** Opening Given records block **

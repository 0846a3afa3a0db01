//! The page of a prediction: of one setting, or of a range of them.

use super::KeptText;
use super::document::{caution, document, figure, figures, folded, list, table, verbatim};
use crate::bench::si;
use crate::pictures;
use crate::plot::escaped;
use crate::predict::{self, Prediction, Sweep};
use crate::report::HIGH_VOLTAGE_CAUTION;

/// The page; `drawn` is the fine range for the picture, `table` the range that was asked for.
///
/// # Errors
/// A prediction that cannot be written as JSON.
pub fn prediction(
    present: Option<&Prediction>,
    range: Option<&Sweep>,
    drawn: Option<&Sweep>,
    bench: &KeptText,
) -> serde_json::Result<String> {
    let any = present.or(range.and_then(|sweep| sweep.settings.first()));
    let title = any.and_then(|one| one.title.clone()).unwrap_or_else(|| bench.file.clone());
    let mut body = format!("<header>\n<p class=\"what\">Prediction for <bdi>{}</bdi></p>\n", escaped(&title));
    if let Some(present) = present {
        body.push_str(&format!(
            "<h1>{}</h1>\n<p class=\"verdict\">{}</p>\n",
            escaped(&answer(present)),
            escaped(&present.reason)
        ));
    } else if let Some(sweep) = range {
        body.push_str(&format!("<h1>{}</h1>\n", escaped(&answer_of_range(sweep))));
    }
    body.push_str("</header>\n");
    body.push_str(&caution(HIGH_VOLTAGE_CAUTION));
    if let Some(present) = present {
        body.push_str(&figures(&predict::figure_rows(present)));
    }
    if let Some(sweep) = drawn {
        body.push_str(&figure(&pictures::prediction(sweep, present), 2, "prediction"));
    }
    if let Some(sweep) = range {
        body.push_str(&settings(sweep));
        body.push_str(&list("Along the range", 2, &sweep.remarks));
    }
    if let Some(present) = present {
        for (heading, lines) in predict::lists(present) {
            body.push_str(&list(heading, 2, &lines));
        }
    } else if let Some(any) = any {
        body.push_str(&list("Cautions", 2, &any.cautions));
    }
    body.push_str(&format!("<h2>What this rests on</h2>\n<p>The bench, <bdi>{}</bdi>:</p>\n", escaped(&bench.file)));
    body.push_str(&verbatim("bench", &bench.text));
    let json = match (present, range) {
        (Some(present), _) => serde_json::to_string_pretty(present)?,
        (None, range) => serde_json::to_string_pretty(&range)?,
    };
    body.push_str(&folded("The figures as JSON", &verbatim("figures as JSON", &json)));
    Ok(document(&format!("Prediction for {title}"), &body, &json))
}

fn answer(present: &Prediction) -> String {
    let supply = present.supply_v.map_or_else(String::new, |v| format!(" at {}", si(v, "V", 4)));
    match (present.firing_rate_hz, present.fires) {
        (Some(rate), _) => {
            let note = present
                .pitch
                .as_ref()
                .filter(|pitch| pitch.hearing == predict::Hearing::Pitch)
                .map_or_else(String::new, |pitch| format!(", heard as {}", pitch.note));
            format!("{} firings a second{supply}{note}", crate::bench::with_uncertainty(rate.value, rate.u, ""))
        }
        (None, Some(false)) => format!("The gap does not fire{supply}"),
        _ => format!("No rate can be told{supply}"),
    }
}

fn answer_of_range(sweep: &Sweep) -> String {
    let rates = || sweep.settings.iter().filter_map(|setting| setting.firing_rate_hz.map(|rate| rate.value));
    let (low, high) = (rates().fold(f64::INFINITY, f64::min), rates().fold(0.0, f64::max));
    if low > high {
        "The gap fires at none of these settings".to_owned()
    } else {
        format!("{low:.1} to {high:.1} firings a second over this range")
    }
}

fn settings(sweep: &Sweep) -> String {
    let told = |value: Option<String>| escaped(&value.unwrap_or_else(|| "–".to_owned()));
    let rows: Vec<Vec<String>> = sweep
        .settings
        .iter()
        .map(|one| {
            let rate = one.firing_rate_hz.map(|rate| crate::bench::with_uncertainty(rate.value, rate.u, "/s"));
            let share =
                one.period_jitter_s.zip(one.period_s).map(|(j, t)| format!("{:.2} %", 100.0 * j.value / t.value));
            let pitch = one.pitch.as_ref().filter(|pitch| pitch.hearing == predict::Hearing::Pitch);
            vec![
                told(one.supply_v.map(|v| si(v, "V", 4))),
                told(rate),
                told(share),
                told(pitch.map(|pitch| format!("{} {}", pitch.note, crate::bench::signed(pitch.cents, 0)))),
            ]
        })
        .collect();
    table("Settings", &["supply", "rate", "jitter", "pitch, cents"], &rows)
}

** Closing Given records block **

:: Exercise description ::
Reproduce the material precisely, including every line.

:: Result ::
repository 0846a3afa3a0db01
//! The page of a prediction: of one setting, or of a range of them.

use super::KeptText;
use super::document::{caution, document, figure, figures, folded, list, table, verbatim};
use crate::bench::si;
use crate::pictures;
use crate::plot::escaped;
use crate::predict::{self, Prediction, Sweep};
use crate::report::HIGH_VOLTAGE_CAUTION;

/// The page; `drawn` is the fine range for the picture, `table` the range that was asked for.
///
/// # Errors
/// A prediction that cannot be written as JSON.
pub fn prediction(
    present: Option<&Prediction>,
    range: Option<&Sweep>,
    drawn: Option<&Sweep>,
    bench: &KeptText,
) -> serde_json::Result<String> {
    let any = present.or(range.and_then(|sweep| sweep.settings.first()));
    let title = any.and_then(|one| one.title.clone()).unwrap_or_else(|| bench.file.clone());
    let mut body = format!("<header>\n<p class=\"what\">Prediction for <bdi>{}</bdi></p>\n", escaped(&title));
    if let Some(present) = present {
        body.push_str(&format!(
            "<h1>{}</h1>\n<p class=\"verdict\">{}</p>\n",
            escaped(&answer(present)),
            escaped(&present.reason)
        ));
    } else if let Some(sweep) = range {
        body.push_str(&format!("<h1>{}</h1>\n", escaped(&answer_of_range(sweep))));
    }
    body.push_str("</header>\n");
    body.push_str(&caution(HIGH_VOLTAGE_CAUTION));
    if let Some(present) = present {
        body.push_str(&figures(&predict::figure_rows(present)));
    }
    if let Some(sweep) = drawn {
        body.push_str(&figure(&pictures::prediction(sweep, present), 2, "prediction"));
    }
    if let Some(sweep) = range {
        body.push_str(&settings(sweep));
        body.push_str(&list("Along the range", 2, &sweep.remarks));
    }
    if let Some(present) = present {
        for (heading, lines) in predict::lists(present) {
            body.push_str(&list(heading, 2, &lines));
        }
    } else if let Some(any) = any {
        body.push_str(&list("Cautions", 2, &any.cautions));
    }
    body.push_str(&format!("<h2>What this rests on</h2>\n<p>The bench, <bdi>{}</bdi>:</p>\n", escaped(&bench.file)));
    body.push_str(&verbatim("bench", &bench.text));
    let json = match (present, range) {
        (Some(present), _) => serde_json::to_string_pretty(present)?,
        (None, range) => serde_json::to_string_pretty(&range)?,
    };
    body.push_str(&folded("The figures as JSON", &verbatim("figures as JSON", &json)));
    Ok(document(&format!("Prediction for {title}"), &body, &json))
}

fn answer(present: &Prediction) -> String {
    let supply = present.supply_v.map_or_else(String::new, |v| format!(" at {}", si(v, "V", 4)));
    match (present.firing_rate_hz, present.fires) {
        (Some(rate), _) => {
            let note = present
                .pitch
                .as_ref()
                .filter(|pitch| pitch.hearing == predict::Hearing::Pitch)
                .map_or_else(String::new, |pitch| format!(", heard as {}", pitch.note));
            format!("{} firings a second{supply}{note}", crate::bench::with_uncertainty(rate.value, rate.u, ""))
        }
        (None, Some(false)) => format!("The gap does not fire{supply}"),
        _ => format!("No rate can be told{supply}"),
    }
}

fn answer_of_range(sweep: &Sweep) -> String {
    let rates = || sweep.settings.iter().filter_map(|setting| setting.firing_rate_hz.map(|rate| rate.value));
    let (low, high) = (rates().fold(f64::INFINITY, f64::min), rates().fold(0.0, f64::max));
    if low > high {
        "The gap fires at none of these settings".to_owned()
    } else {
        format!("{low:.1} to {high:.1} firings a second over this range")
    }
}

fn settings(sweep: &Sweep) -> String {
    let told = |value: Option<String>| escaped(&value.unwrap_or_else(|| "–".to_owned()));
    let rows: Vec<Vec<String>> = sweep
        .settings
        .iter()
        .map(|one| {
            let rate = one.firing_rate_hz.map(|rate| crate::bench::with_uncertainty(rate.value, rate.u, "/s"));
            let share =
                one.period_jitter_s.zip(one.period_s).map(|(j, t)| format!("{:.2} %", 100.0 * j.value / t.value));
            let pitch = one.pitch.as_ref().filter(|pitch| pitch.hearing == predict::Hearing::Pitch);
            vec![
                told(one.supply_v.map(|v| si(v, "V", 4))),
                told(rate),
                told(share),
                told(pitch.map(|pitch| format!("{} {}", pitch.note, crate::bench::signed(pitch.cents, 0)))),
            ]
        })
        .collect();
    table("Settings", &["supply", "rate", "jitter", "pitch, cents"], &rows)
}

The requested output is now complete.